Nasir näherte sich, Ahmed Zadeh im Gefolge. Die beiden traten zu Khaderbhai und Khaled. Nasir betrachtete mit finsterer Miene den Himmel, um einzuschätzen, wann der Schneesturm einsetzen würde. Die Pferde waren gepackt und zum Abmarsch bereit, und er wollte nicht länger warten.
»Und als du mir mit der Klinik geholfen hast?«, fragte ich. Mir war übel, und ich wusste, dass meine Beine unter mir nachgeben würden, wenn ich sie auch nur ein bisschen entspannte. Als Khader nicht antwortete, wiederholte ich meine Frage. »Was war mit der Klinik? Warum hast du mir mit der Klinik geholfen? Gehörte das auch zu deinem Plan? Diesem Plan?«
Ein eisiger Wind fegte über das Plateau, und wir schauderten alle, als er uns ins Gesicht blies und durch unsere Kleider drang. Der Himmel verdunkelte sich rasch, und eine schmutziggraue Wolkenfront zog über die Berge auf die entfernte Ebene und die rötlich schimmernde sterbende Stadt zu.

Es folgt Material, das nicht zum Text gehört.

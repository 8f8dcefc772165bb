/**
 * A stdout for Ink that repaints only the cells that changed.
 *
 * Ink 6.8 redraws the whole frame on every update (about 1.7 KB at 80x24), and
 * its incremental mode leaves ghost lines (fixed only in Ink 7, which needs
 * Node 22). This writer sits between Ink and the terminal: it recognises Ink's
 * frame writes (erase the old lines, then the new text ending in a newline),
 * compares the new frame with the one on screen cell by cell, and writes only
 * the changed runs at absolute positions. The frame is anchored at the top of
 * the alternate screen (the launcher homes the cursor first), so a position is
 * never relative to where the cursor happens to be. Anything else Ink writes
 * (cursor show/hide, a clear on resize or exit) passes through unchanged, and
 * the next frame is then painted in full.
 */
import {EventEmitter} from 'node:events';
import {isSurelyNarrow} from './narrow.js';

const SYNC_BEGIN = '\u001B[?2026h';
const SYNC_END = '\u001B[?2026l';
/** Ink's eraseLines(n): n-1 times "erase line, up one", then "erase line, column 1". */
const ERASE_PREFIX = /^(?:\u001B\[2K\u001B\[1A)*\u001B\[2K\u001B\[G/;
/** Text made only of characters and colour/style sequences. */
const PLAIN_OR_SGR = /^(?:[^\u001B]|\u001B\[[0-9;]*m)*$/;

interface Cell {
  ch: string;
  style: string;
}

interface Attrs {
  flags: Set<string>;
  fg: string;
  bg: string;
}

function applySgr(a: Attrs, params: string): void {
  const p = params === '' ? [0] : params.split(';').map(Number);
  for (let i = 0; i < p.length; i++) {
    const n = p[i]!;
    if (n === 0) {
      a.flags.clear();
      a.fg = '';
      a.bg = '';
    } else if (n === 22) {
      a.flags.delete('1');
      a.flags.delete('2');
    } else if (n >= 23 && n <= 29) a.flags.delete(String(n - 20));
    else if (n >= 1 && n <= 9) a.flags.add(String(n));
    else if ((n >= 30 && n <= 37) || (n >= 90 && n <= 97)) a.fg = String(n);
    else if (n === 39) a.fg = '';
    else if ((n >= 40 && n <= 47) || (n >= 100 && n <= 107)) a.bg = String(n);
    else if (n === 49) a.bg = '';
    else if (n === 38 || n === 48) {
      const len = p[i + 1] === 5 ? 3 : p[i + 1] === 2 ? 5 : 1;
      const v = p.slice(i, i + len).join(';');
      if (n === 38) a.fg = v;
      else a.bg = v;
      i += len - 1;
    }
  }
}

/** The parts of each style key seen, to go from one style to another without a full reset. */
const styleParts = new Map<string, {flags: string[]; fg: string; bg: string}>([['', {flags: [], fg: '', bg: ''}]]);

function styleOf(a: Attrs): string {
  const flags = [...a.flags].sort();
  const key = [...flags, a.fg, a.bg].filter(Boolean).join(';');
  if (!styleParts.has(key)) styleParts.set(key, {flags, fg: a.fg, bg: a.bg});
  return key;
}

/**
 * The shortest SGR that turns style `from` into style `to` (both keys from
 * styleOf): only the parts that change when no attribute has to be turned off,
 * otherwise a reset followed by the whole of `to`.
 */
export function sgrBetween(from: string, to: string): string {
  if (from === to) return '';
  if (to === '') return '\u001B[m';
  const reset = `\u001B[0;${to}m`;
  const a = styleParts.get(from);
  const b = styleParts.get(to);
  if (!a || !b || a.flags.some(f => !b.flags.includes(f))) return from === '' ? `\u001B[${to}m` : reset;
  const params = b.flags.filter(f => !a.flags.includes(f));
  if (a.fg !== b.fg) params.push(b.fg === '' ? '39' : b.fg);
  if (a.bg !== b.bg) params.push(b.bg === '' ? '49' : b.bg);
  const step = `\u001B[${params.join(';')}m`;
  return step.length < reset.length ? step : reset;
}

/** Split one frame line into cells; undefined when it holds a character of uncertain width. */
export function toCells(line: string): Cell[] | undefined {
  const attrs: Attrs = {flags: new Set(), fg: '', bg: ''};
  const cells: Cell[] = [];
  let style = '';
  for (let i = 0; i < line.length; i++) {
    const c = line.charCodeAt(i);
    if (c === 0x1b) {
      // Only colour and style sequences (ESC [ digits and ; m) can be placed cell by cell.
      if (line.charCodeAt(i + 1) !== 0x5b) return undefined;
      let j = i + 2;
      for (let d = line.charCodeAt(j); (d >= 0x30 && d <= 0x39) || d === 0x3b; d = line.charCodeAt(++j));
      if (line.charCodeAt(j) !== 0x6d) return undefined;
      applySgr(attrs, line.slice(i + 2, j));
      style = styleOf(attrs);
      i = j;
      continue;
    }
    // Surrogates (characters beyond the BMP) are never surely narrow.
    if (!isSurelyNarrow(c)) return undefined;
    cells.push({ch: line[i]!, style});
  }
  return cells;
}

/** An absolute position (1-based); a column of 1 may be left out. */
const at = (row: number, col: number) => (col === 1 ? (row === 1 ? '\u001B[H' : `\u001B[${row}H`) : `\u001B[${row};${col}H`);
/** A move right or left by n on the same line (n > 0 is right). Backspaces for one or two to the left. */
const horizontal = (n: number) => (n === 0 ? '' : n > 0 ? (n === 1 ? '\u001B[C' : `\u001B[${n}C`) : n >= -2 ? '\b'.repeat(-n) : `\u001B[${-n}D`);
/**
 * Bytes a move costs on the wire. A line feed counts twice: the terminal driver's
 * output mapping (ONLCR, which Node's raw mode keeps on) sends it as CR LF.
 */
const wireLength = (s: string) => {
  let n = s.length;
  for (let i = s.indexOf('\n'); i >= 0; i = s.indexOf('\n', i + 1)) n++;
  return n;
};

/**
 * The bytes that turn `prev` (on screen) into `next`, both lists of frame lines,
 * on a terminal `columns` wide. The cursor is moved by whichever is shorter: an
 * absolute position, a move right on the same line, or CR LF to the next line.
 */
export function diffFrames(prev: readonly string[], next: readonly string[], columns = Number.POSITIVE_INFINITY): string {
  let out = '';
  let pen = '';
  // Where the cursor is (0-based), or -1 when not known.
  let curRow = -1;
  let curCol = -1;
  const moveTo = (r: number, c: number) => {
    const options = [at(r + 1, c + 1)];
    // Relative moves need a known cursor that is not past the last column (where a
    // terminal holds a pending wrap and moves differ).
    if (curRow >= 0 && curCol >= 0 && curCol < columns) {
      const fromStart = c === 0 ? '' : horizontal(c);
      if (r === curRow) options.push(horizontal(c - curCol), `\r${fromStart}`);
      else if (r > curRow) {
        const down = r - curRow === 1 ? '\u001B[B' : `\u001B[${r - curRow}B`;
        options.push(down + horizontal(c - curCol), `\r${down}${fromStart}`);
        if (r - curRow === 1) options.push(`\r\n${fromStart}`);
      }
    }
    let best = options[0]!;
    for (const o of options) if (wireLength(o) < wireLength(best)) best = o;
    out += best;
    curRow = r;
    curCol = c;
  };
  const setPen = (style: string) => {
    out += sgrBetween(pen, style);
    pen = style;
  };
  for (let r = 0; r < next.length; r++) {
    const a = prev[r] ?? '';
    const b = next[r]!;
    if (a === b) continue;
    const ca = toCells(a);
    const cb = toCells(b);
    if (!ca || !cb) {
      setPen('');
      moveTo(r, 0);
      out += `${b}\u001B[0m\u001B[K`;
      curRow = -1; // the width of what was written is not known
      continue;
    }
    const blank: Cell = {ch: ' ', style: ''};
    const same = (i: number) => {
      const x = ca[i] ?? blank;
      const y = cb[i] ?? blank;
      return x.ch === y.ch && x.style === y.style;
    };
    const width = Math.max(ca.length, cb.length);
    const cost = (k: number) => Buffer.byteLength(cb[k]!.ch);
    let i = 0;
    while (i < cb.length) {
      if (same(i)) {
        i++;
        continue;
      }
      // A run of changes; a stretch of equal cells inside it is rewritten when
      // that is cheaper than a jump (a move right costs 4 or 5 bytes).
      let end = i + 1;
      let gapBytes = 0;
      for (let j = end; j < cb.length; j++) {
        if (!same(j)) {
          end = j + 1;
          gapBytes = 0;
        } else {
          gapBytes += cost(j);
          if (gapBytes > 5) break;
        }
      }
      moveTo(r, i);
      let k = i;
      while (k < end) {
        // Blank stretches are erased (ECH) rather than written as spaces.
        let blanks = 0;
        while (k + blanks < end && cb[k + blanks]!.ch === ' ' && cb[k + blanks]!.style === '') blanks++;
        if (blanks >= 8) {
          setPen('');
          out += `\u001B[${blanks}X`;
          k += blanks;
          if (k < end) {
            out += `\u001B[${blanks}C`;
            curCol += blanks;
          }
          continue;
        }
        setPen(cb[k]!.style);
        out += cb[k]!.ch;
        curCol++;
        k++;
      }
      i = end;
    }
    if (ca.length > cb.length) {
      let tailDiffers = false;
      for (let k = cb.length; k < width; k++) if (!same(k)) tailDiffers = true;
      if (tailDiffers) {
        setPen('');
        moveTo(r, cb.length);
        out += '\u001B[K';
      }
    }
  }
  if (prev.length > next.length) {
    setPen('');
    moveTo(next.length, 0);
    out += '\u001B[J';
  }
  setPen('');
  return out;
}

/** Paint a whole frame from the top-left corner. */
export function paintFrame(next: readonly string[]): string {
  return `\u001B[H${next.map(l => `${l}\u001B[0m\u001B[K`).join('\r\n')}\r\n\u001B[J`;
}

export interface FrameWriter extends EventEmitter {
  readonly isTTY: true;
  readonly columns: number;
  readonly rows: number;
  write(chunk: string, encodingOrCallback?: unknown, callback?: unknown): boolean;
  /** Bytes passed to the terminal so far (for the bench). */
  bytesWritten: number;
  /** Forget what is on screen: the next frame is painted in full. */
  invalidate(): void;
}

/** Wrap a terminal stream; Ink writes to the wrapper. */
export function createFrameWriter(out: NodeJS.WriteStream): FrameWriter {
  let screen: string[] | undefined;
  const emitter = new EventEmitter() as FrameWriter;
  let done: (() => void) | undefined;
  /** Where Ink believes the cursor is (the line below the frame), once we have moved it elsewhere. */
  let park = '';
  const send = (s: string) => {
    const cb = done;
    done = undefined;
    if (s === '') {
      if (cb) out.write('', cb);
      return true;
    }
    emitter.bytesWritten += Buffer.byteLength(s);
    return cb ? out.write(s, cb) : out.write(s);
  };
  Object.defineProperties(emitter, {
    isTTY: {value: true},
    columns: {get: () => out.columns},
    rows: {get: () => out.rows},
  });
  emitter.bytesWritten = 0;
  emitter.invalidate = () => {
    screen = undefined;
  };
  emitter.write = (chunk: string, a?: unknown, b?: unknown) => {
    done = (typeof a === 'function' ? a : typeof b === 'function' ? b : undefined) as (() => void) | undefined;
    const data = String(chunk);
    if (data === SYNC_BEGIN || data === SYNC_END) return send(data);
    const body = data.replace(ERASE_PREFIX, '');
    if (!body.endsWith('\n') || !PLAIN_OR_SGR.test(body)) {
      screen = undefined;
      // Ink's own sequences move relative to where it left the cursor: put it back there first.
      const before = park;
      park = '';
      return send(before + data);
    }
    const lines = body.slice(0, -1).split('\n');
    const bytes = screen ? diffFrames(screen, lines, out.columns || Number.POSITIVE_INFINITY) : paintFrame(lines);
    screen = lines;
    // The cursor is hidden, so it may stay where the last change left it; it is put back
    // where Ink believes it is (the line below the frame) before any write of Ink's own.
    park = at(lines.length + 1, 1);
    return send(bytes);
  };
  out.on('resize', () => {
    // A resize may reflow or clear what is on screen: paint the next frame in full.
    screen = undefined;
    emitter.emit('resize');
  });
  return emitter;
}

»Du hast dort gute Arbeit geleistet«, antwortete Khader schließlich.
»Danach habe ich nicht gefragt.«
»Das ist nicht der richtige Zeitpunkt, um über solche Dinge zu sprechen, Lin.«
»Oh doch«, erwiderte ich.
»Es gibt viele Dinge, die du nicht verstehen wirst«, sagte er, als habe er über diese Fragen schon lange nachgedacht.
»Erklär sie mir.«
»Nun gut. Alle Medikamente, die wir in das Lager hier gebracht haben, die Antibiotika und das Penicillin, wurden von Ranjits Leprakranken organisiert. Ich musste wissen, ob man sie hier bedenkenlos einsetzen konnte.«
»Oh Gott …«, stöhnte ich.
»Deshalb nutzte ich die Gelegenheit, die eigenartige Situation, dass du, ein Ausländer ohne Verbindung zu einer Familie oder einer Botschaft, in meinem eigenen Slum eine Klinik eröffnet hast – ich habe diese Chance genutzt, die Medikamente an den Leuten im Zhopadpatti zu testen. Ich musste Gewissheit haben, verstehst du, bevor ich diese Mittel in den Krieg mitnahm.«
»Großer Gott, Khader!«, knurrte ich.
»Ich musste –«
»Nur ein verfluchter Irrer macht so etwas!«
»Jetzt ist Schluss, Lin!«, fuhr Khader mich an. Die anderen Männer erstarrten, als fürchteten sie, ich wolle Khader körperlich attackieren. »Du gehst zu weit!«
»Ich gehe zu weit!«, höhnte ich. Mir klapperten die Zähne, und ich musste mich zusammenreißen, damit meine Knie nicht nachgaben. »Ich gehe zu weit! Er benutzt die Menschen im Slum als Meerschweinchen oder Laborratten oder weiß der Henker was, um seine Antibiotika zu testen, und benutzt mich dazu, weil sie mir vertrauen – und nun bin ich derjenige, der zu weit geht!«
»Niemand ist dabei zu Schaden gekommen«, versetzte Khader mit erhobener Stimme. »Die Medikamente waren alle gut, und deine Arbeit dort war gut. Die Menschen sind gesund geworden.«
»Wir sollten aus der Kälte gehen und in Ruhe darüber reden«, versuchte Ahmed Zadeh zu vermitteln. »Khader, wir müssen diese Schneefälle abwarten, bevor wir aufbrechen können. Lasst uns nach drinnen gehen.«
»Du musst verstehen«, sagte Khader fest, ohne Ahmed zu beachten. »Es war eine Kriegsentscheidung. Zwanzig Leben wurden aufs Spiel gesetzt, um tausend zu retten, und tausend wurden aufs Spiel gesetzt, um eine Million zu retten. Und glaub mir, wir wussten, dass die Medikamente gut waren. Das Risiko, von Ranjits Leprakranken unreine Medikamente zu bekommen, war ausgesprochen gering. Wir waren uns ziemlich sicher, dass sie gut waren, als wir sie dir gaben.«
»Und was war mit Sapna?« Nun hatte ich es ausgesprochen, meine schlimmste heimliche Angst, was Khader und meine Nähe zu ihm betraf. »War Sapna auch dein Werk?«
»Ich war nicht Sapna. Aber ich bin in der Tat verantwortlich für diese Morde. Sapna tötete für mich – für meine Mission. Und wenn ich aufrichtig sein soll: Sapnas blutige Arbeit hat mir viele Vorteile verschafft. Weil es Sapna gab und jeder ihn fürchtete, und weil ich gelobte, ihn zu finden und seinem Treiben ein Ende zu setzen, ermöglichten es mir die Politiker und die Polizei, Gewehre und andere Waffen über Bombay nach Karachi und Quetta zu bringen und mich in diesen Krieg einzumischen. Das Blut, das Sapna vergossen hat – es hat für uns die Räder geölt. Und ich würde es wieder so machen. Ich würde Sapnas Morde nutzen, und ich würde mit meinen eigenen Händen morden, wenn es unserer Sache helfen könnte.